Chlorocysta suffusa

Scientific classification
- Kingdom: Animalia
- Phylum: Arthropoda
- Clade: Pancrustacea
- Class: Insecta
- Order: Hemiptera
- Suborder: Auchenorrhyncha
- Family: Cicadidae
- Genus: Chlorocysta
- Species: C. suffusa
- Binomial name: Chlorocysta suffusa (Distant, 1907)
- Synonyms: Mardalana suffusa Distant, 1907;

= Chlorocysta suffusa =

- Genus: Chlorocysta
- Species: suffusa
- Authority: (Distant, 1907)
- Synonyms: Mardalana suffusa

Species of cicada

Chlorocysta suffusa is a species, or species complex, of cicadas, also known as marbled bottle cicadas, in the true cicada family, Cicadettinae subfamily and Chlorocystini tribe. The species is endemic to Australia.
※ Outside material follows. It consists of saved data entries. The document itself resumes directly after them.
impl Model {
    /// The model of `stage` with the ranges of `tol` (`None`: nominal only).
    fn new(stage: &Stage, tol: Option<&Tolerances>) -> Result<Model> {
        stage.validate()?;
        if let Some(t) = tol {
            t.validate(stage)?;
        }
        let p = &stage.parts;
        let t = &stage.transistor;
        let mut present = [false; PARAMETERS];
        let mut nominal = [0.0; PARAMETERS];
        let resistors = [
            (Parameter::R1, p.r1.unwrap_or(0.0)),
            (Parameter::R2, p.r2.unwrap_or(0.0)),
            (Parameter::Rc, p.rc),
            (Parameter::Re, p.re),
            (Parameter::ReBypassed, p.re_bypassed),
        ];
        for (k, v) in resistors {
            present[k.index()] = v > 0.0;
            nominal[k.index()] = v;
        }
        let capacitors = [
            (Parameter::CIn, p.c_in),
            (Parameter::COut, p.c_out),
            (Parameter::CEmitter, p.c_emitter),
            (Parameter::CBase, p.c_base),
        ];
        for (k, v) in capacitors {
            present[k.index()] = v.is_some();
            nominal[k.index()] = v.unwrap_or(0.0);
        }
        for (k, v) in [
            (Parameter::Hfe, t.hfe),
            (Parameter::Vbe, t.vbe),
            (Parameter::Ambient, stage.ambient.kelvin()),
            (Parameter::Supply, stage.supply),
        ] {
            present[k.index()] = true;
            nominal[k.index()] = v;
        }
        let mut low = nominal;
        let mut high = nominal;
        if let Some(tol) = tol {
            for k in Parameter::ALL {
                let i = k.index();
                let v = nominal[i];
                let (l, h) = match k {
                    Parameter::Hfe => (t.hfe_min, t.hfe_max),
                    Parameter::Vbe => (v - tol.vbe_spread, v + tol.vbe_spread),
                    Parameter::Ambient => (tol.ambient_min.kelvin(), tol.ambient_max.kelvin()),
                    Parameter::Supply => (
                        v * (1.0 - tol.supply_tolerance),
                        v * (1.0 + tol.supply_tolerance),
                    ),
                    c if c.is_capacitor() => (
                        v * (1.0 - tol.capacitor_tolerance),
                        v * (1.0 + tol.capacitor_tolerance),
                    ),
                    _ => (
                        v * (1.0 - tol.resistor_tolerance),
                        v * (1.0 + tol.resistor_tolerance),
                    ),
                };
                low[i] = l;
                high[i] = h;
            }
        }
        let mut model = Model {
            stage: stage.clone(),
            present,
            nominal,
            low,
            high,
            lower: None,
            upper: None,
            edges: [Edge::NotSearched; 2],
            sample: Sample {
                values: [f64::NAN; QUANTITIES],
                active: false,
            },
        };
        // The nominal corners: found by the full search of the ordinary
        // analysis, then settled again by this module's own search from that
        // value rounded to 10⁻⁶ in ln f. The ordinary search measures |H|
        // with the complex type's `norm`, whose last bit can depend on the
        // platform's hypot; the rounding and the second search (|H| from
        // |H|², libm only) make every later number the same on every target.
        // The slope and curvature there seed every later corner search.
        let solved = model.solve(&nominal)?;
        let resp = Response::new(&solved.stage, &solved.ss)?;
        let bw = resp.bandwidth()?;
        model.edges = [bw.low_edge, bw.high_edge];
        let level = corner_level(&resp);
        let mut sample = midband_sample(&solved, &resp);
        for (f, side, slot, q) in [
            (bw.f_low, Side::Lower, &mut model.lower, Quantity::FLow),
            (bw.f_high, Side::Upper, &mut model.upper, Quantity::FHigh),
        ] {
            let Some(f) = f else { continue };
            let x = libm::round(libm::log(f) * 1e6) / 1e6;
            let (slope, curvature) = shape_at(&resp, libm::exp(x))?;
            let rough = Start {
                x,
                slope,
                curvature,
            };
            let Some(f) = find_corner(&resp, level, side, rough, PRECISE, false)? else {
                continue;
            };
            let (slope, curvature) = shape_at(&resp, f)?;
            *slot = Some(Start {
                x: libm::log(f),
                slope,
                curvature,
            });
            sample.values[q.index()] = f;
        }
        model.sample = sample;
        Ok(model)
    }

    /// The parameters that vary (present and with a range).
    fn varying(&self) -> impl Iterator<Item = Parameter> + '_ {
        Parameter::ALL
            .into_iter()
            .filter(|k| self.present[k.index()] && self.high[k.index()] > self.low[k.index()])
    }

    /// The stage and device at the point `x` (absolute parameter values).
    fn stage_at(&self, x: &[f64; PARAMETERS]) -> (Stage, Device) {
        let mut s = self.stage.clone();
        let on = |k: Parameter| self.present[k.index()];
        let v = |k: Parameter| x[k.index()];
        if on(Parameter::R1) {
            s.parts.r1 = Some(v(Parameter::R1));
        }
        if on(Parameter::R2) {
            s.parts.r2 = Some(v(Parameter::R2));
        }
        if on(Parameter::Rc) {
            s.parts.rc = v(Parameter::Rc);
        }
        if on(Parameter::Re) {
            s.parts.re = v(Parameter::Re);
        }
        if on(Parameter::ReBypassed) {
            s.parts.re_bypassed = v(Parameter::ReBypassed);
        }
        if on(Parameter::CIn) {
            s.parts.c_in = Some(v(Parameter::CIn));
        }
        if on(Parameter::COut) {
            s.parts.c_out = Some(v(Parameter::COut));
        }
        if on(Parameter::CEmitter) {
            s.parts.c_emitter = Some(v(Parameter::CEmitter));
        }
        if on(Parameter::CBase) {
            s.parts.c_base = Some(v(Parameter::CBase));
        }
        s.supply = v(Parameter::Supply);
        s.ambient = Temperature::from_kelvin(v(Parameter::Ambient));
        let t = &s.transistor;
        let device = t.device(s.ambient, v(Parameter::Hfe), v(Parameter::Vbe) - t.vbe);
        (s, device)
    }

    /// The point of a trial from its uniform draws (slot i for parameter i;
    /// see the module docs for the distributions), and ln(x/x₀) of each
    /// parameter.
    fn draw(&self, u: &[f64; DRAWS_PER_TRIAL as usize]) -> ([f64; PARAMETERS], [f64; PARAMETERS]) {
        let mut x = self.nominal;
        let mut ln_ratio = [0.0; PARAMETERS];
        for p in Parameter::ALL {
            let i = p.index();
            if !self.present[i] || self.high[i] <= self.low[i] {
                continue;
            }
            let (lo, hi) = (self.low[i], self.high[i]);
            x[i] = if p == Parameter::Hfe {
                // formula: log-uniform, x = lo·(hi/lo)^u
                lo * libm::exp(u[i] * libm::log(hi / lo))
            } else {
                // formula: uniform, x = lo + u·(hi − lo)
                lo + u[i] * (hi - lo)
            };
            ln_ratio[i] = libm::log(x[i] / self.nominal[i]);
        }
        (x, ln_ratio)
    }

    /// The operating point and hybrid-π model at `x`.
    fn solve(&self, x: &[f64; PARAMETERS]) -> Result<Solved> {
        let (stage, device) = self.stage_at(x);
        let op = OperatingPoint::solve(&stage, &device)?;
        let ss = SmallSignal::at(&stage, &op);
        Ok(Solved { stage, op, ss })
    }

    /// Every result at `x`; the corners start from `lower` and `upper`.
    #[cfg(test)]
    fn evaluate(
        &self,
        x: &[f64; PARAMETERS],
        lower: Option<Start>,
        upper: Option<Start>,
        tol: f64,
    ) -> Result<Sample> {
        Ok(self.evaluate_shaped(x, lower, upper, tol, false)?.0)
    }

    /// [`Model::evaluate`], also returning the slope of ln|H| at each corner
    /// found when `shape` is set (two more nodal solves per corner).
    fn evaluate_shaped(
        &self,
        x: &[f64; PARAMETERS],
        lower: Option<Start>,
        upper: Option<Start>,
        tol: f64,
        shape: bool,
    ) -> Result<(Sample, [f64; 2])> {
        let solved = self.solve(x)?;
        let resp = Response::new(&solved.stage, &solved.ss)?;
        let mut s = midband_sample(&solved, &resp);
        corners_into(&resp, lower, upper, tol, false, &mut s)?;
        let mut slopes = [f64::NAN; 2];
        if shape {
            for (k, q) in [Quantity::FLow, Quantity::FHigh].into_iter().enumerate() {
                let f = s.get(q);
                if f.is_finite() {
                    slopes[k] = shape_at(&resp, f)?.0;
                }
            }
        }
        Ok((s, slopes))
    }

    /// A Monte Carlo trial's results: the corners from the predicted starts,
    /// accepted after one solve when the step is small.
    fn evaluate_quick(
        &self,
        x: &[f64; PARAMETERS],
        lower: Option<Start>,
        upper: Option<Start>,
    ) -> Result<Sample> {
        let solved = self.solve(x)?;
        let resp = Response::new(&solved.stage, &solved.ss)?;
        let mut s = midband_sample(&solved, &resp);
        corners_into(&resp, lower, upper, FAST, true, &mut s)?;
        Ok(s)
    }
}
It was described in 1907 by English entomologist William Lucas Distant.

==Etymology==
The specific epithet suffusa (Latin: “blushing”) refers to the cicadas’ appearance.

==Description==
The length of the forewing is 25–32 mm.

==Distribution and habitat==
The species complex occurs in Wet Tropics of Queensland from Cooktown southwards to the Paluma Range, with isolated populations at Coen and Iron Range. Associated habitats include tropical rainforest, riparian forest and well-vegetated gardens.

==Behaviour==
The cicadas are xylem feeders. Adult males may be heard from November to April, clinging to the main trunks of rainforest trees, emitting drawn-out, whistling calls.